Tuesday, July 3, 2012

Andrea, the Hayworth Apartments Vigilante

I was taking one of my post-lunch, day-off-from-work naps, when I was rudely awoken by the sound of deep bass from one of my neighbors playing their music. I love music and even loud music, but when it is not my own, the sound of it is one of the most gut-wrenchingly annoying sounds in the world to me. I stumbled off my couch and into my kitchen to look for a snack. Eating is my second favorite thing to do on my day off and now, thanks to my neighbor, napping, my first favorite wasn’t happening. Nothing in the kitchen looked appetizing and then I remembered I had Ranch Sunflower Seeds in my car. They were leftover from the road trip from which I had recently returned home. This meant I would have to make the long trek to the garage, which, in my apartment complex means a long walk and an elevator ride, but the sunflower seeds would be worth it. And it would also give me a chance to see which neighbor was playing their music so loudly. I would never do or say anything, as it was 4 o’clock in the afternoon and not 2am, but I could at least scowl in the direction of the music. In this way, I am a very old soul.

  My apartment complex here in Los Angeles is a lot like Melrose Place, less anybody young and good-looking and a pool. By this, I mean all the apartments face-in toward one another. There are only 30 units, thus making it very easy to see where the music would be coming from. As I walked through the center of the complex toward the elevator, the music became louder and as I got closer, I discovered it was coming from the 2nd floor and more specifically, unit 211. The door was wide open and the music was blaring. They might as well have put the speakers on their welcome mat. ‘What an asshole, ‘  I thought. What could possibly be going through their mind?  I shook my head and continued on into the elevator.  Upon entry into the elevator, (the ONLY access to our garage, otherwise, I would have taken the stairs and this story may never have happened) I noticed a hand-written sign posted in the elevator. This had become a recent trend in our complex that began a few months ago when someone lost a blue Swatch watch and posted a reward. Since then, there have been other lost-and-founds, furniture for sale, and lost pet signs posted. Seems it is a good way to communicate as everyone who drives has to take the elevator. Today’s sign was different though. It read “Whoever stole the blue lawn chair please return to #211. I JUST put it out yesterday and I have had it for years. SHAME ON YOU.”  That’s right. Apt. 211. The very apartment that was blasting their terrible music was using our innocent apt. building elevator communicating medium for shaming! The BALLS this tenant must have. I admire them.
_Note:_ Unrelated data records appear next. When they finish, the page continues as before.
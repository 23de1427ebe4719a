import { Markdown } from "@/components/markdown";
import { Alert } from "@/components/ui/alert";
import { Figure } from "@/components/ui/figure";
import { ProductStateBadge, StateBadge } from "@/components/ui/state-badge";
import { countWords, SAFETY_TOPICS, type SafetyNote, type SafetySheetCheck } from "@/lib/policy";

/** The check against the revision in force, one block per topic: its findings, then the seller's note. */
export function PolicyCheckPanel({ check, notes }: { check: SafetySheetCheck; notes: SafetyNote[] }) {
  const required = new Set(check.profile.requiredTopics);
  const topics = SAFETY_TOPICS.filter((t) => required.has(t.key) || notes.some((n) => n.topic === t.key));
  return (
    <div className="space-y-4" data-testid="policy-check">
      <p className="flex flex-wrap items-center gap-2">
        <ProductStateBadge kind="policy" state={check.status} />
        <span className="text-sm text-graphite-700">
          against policy revision <span className="font-mono">{check.revision}</span>
          {check.findings.length > 0 ? `, ${check.findings.length} ${check.findings.length === 1 ? "finding" : "findings"}` : ", nothing missing"}
        </span>
      </p>
      {check.status === "blocked" ? (
        <Alert tone="stop" title="This listing cannot be sold as declared">
          {check.findings.filter((f) => f.code === "ocv-over-limit").map((f) => f.message).join(" ")}
        </Alert>
      ) : null}
      <ol className="space-y-4">
        {topics.map((topic) => {
          const topicNotes = notes.filter((n) => n.topic === topic.key);
          const findings = check.findings.filter((f) => f.topic === topic.key);
          const text = topicNotes.map((n) => n.text).join("\n\n");
          const wait = topicNotes.find((n) => n.waitSeconds !== undefined)?.waitSeconds;
          return (
            <li key={topic.key} className="rounded border border-graphite-200 p-3" data-testid={`topic-${topic.key}`}>
              <div className="flex flex-wrap items-center gap-2">
                <h3 className="font-semibold">{topic.label}</h3>
                <StateBadge label={required.has(topic.key) ? "Required" : "Not required"} tone={required.has(topic.key) ? "active" : "neutral"} />
                {required.has(topic.key) ? (
                  findings.length === 0 ? <StateBadge label="Meets the policy" tone="clear" /> : <StateBadge label="Needs work" tone="caution" />
                ) : null}
                <span className="text-xs text-graphite-600">{countWords(text)} words</span>
                {wait !== undefined ? (
                  <span className="text-sm">
                    stated wait <Figure value={wait} unit="s" />
                  </span>
                ) : null}
              </div>
              {findings.length > 0 ? (
                <ul className="mt-2 list-disc space-y-1 pl-5 text-sm text-amber-700">
                  {findings.map((f) => (
                    <li key={f.code}>{f.message}</li>
                  ))}
                </ul>
              ) : null}
              <div className="mt-2 rounded bg-paper-sunken px-3 py-2 text-sm">
                {text.trim() ? <Markdown minHeadingLevel={4}>{text}</Markdown> : <p className="text-graphite-600">No note on this topic.</p>}
              </div>
            </li>
          );
        })}
      </ol>
    </div>
  );
}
I laughed as I got off the elevator, retrieved my seeds, and got back on. Walking back to my apartment, I cringed listening to the Maroon 5 coming from 211. It seemed even louder now. Something came over me and I realized this was an opportunity I had to seize. I threw open my door, dropped the seeds, and grabbed the closest writing utensil I could find. It just so happened to be a red Sharpie. I casually walked back out my open door and toward the elevator. I carried my red Sharpie between my index finger and thumb and upright along my wrist so that it would be hidden from plain view. What I was about to do was very risky because, at any moment, one of my neighbors could emerge from their home and surely catch me in the act. I pressed the elevator button casually so not to suspect any possible on-looker. The doors opened and I walked in. I pressed the “G” button to take me to the garage floor so that I could have 30 seconds alone in the elevator. As soon as the doors shut, I turned toward the sign and on it, I wrote “Perhaps your blue chair was stolen because you play your music so damn loud and with your door wide open. I don’t have your blue chair, but if I did, I would keep it out of spite. Shame on YOU!”

I had only enough time to write this brilliantly composed retort before the doors opened to the garage. I prayed there was no one waiting to ride the elevator back up because surely they would make the connection between the fresh red ink and my red Sharpie. There was no one. I pressed the button for level one and rode it back up. I walked out into the courtyard and toward my apartment with a sense of satisfaction that cannot easily be described. I had found a direct, totally anonymous, ironic way to tell my neighbor to SHUT THE FUCK UP. I smiled for about an hour or so after the fact. As I ate my seeds, I fantasized about the tenant of unit 211 finding their note had been tampered with and their attempt at shaming had been thwarted. I imagined other tenants would laugh and revel in the joy that someone had “really given it to 211.” It really is the little things in life that bring the most joy.

I don’t know if 211 ever saw my response.  The sign was taken down later on that evening. Let’s just say that afternoons in the Hayworth apartments have been pretty quiet the past few days and I can’t help but take it just a little bit of credit. It was a good Thursday.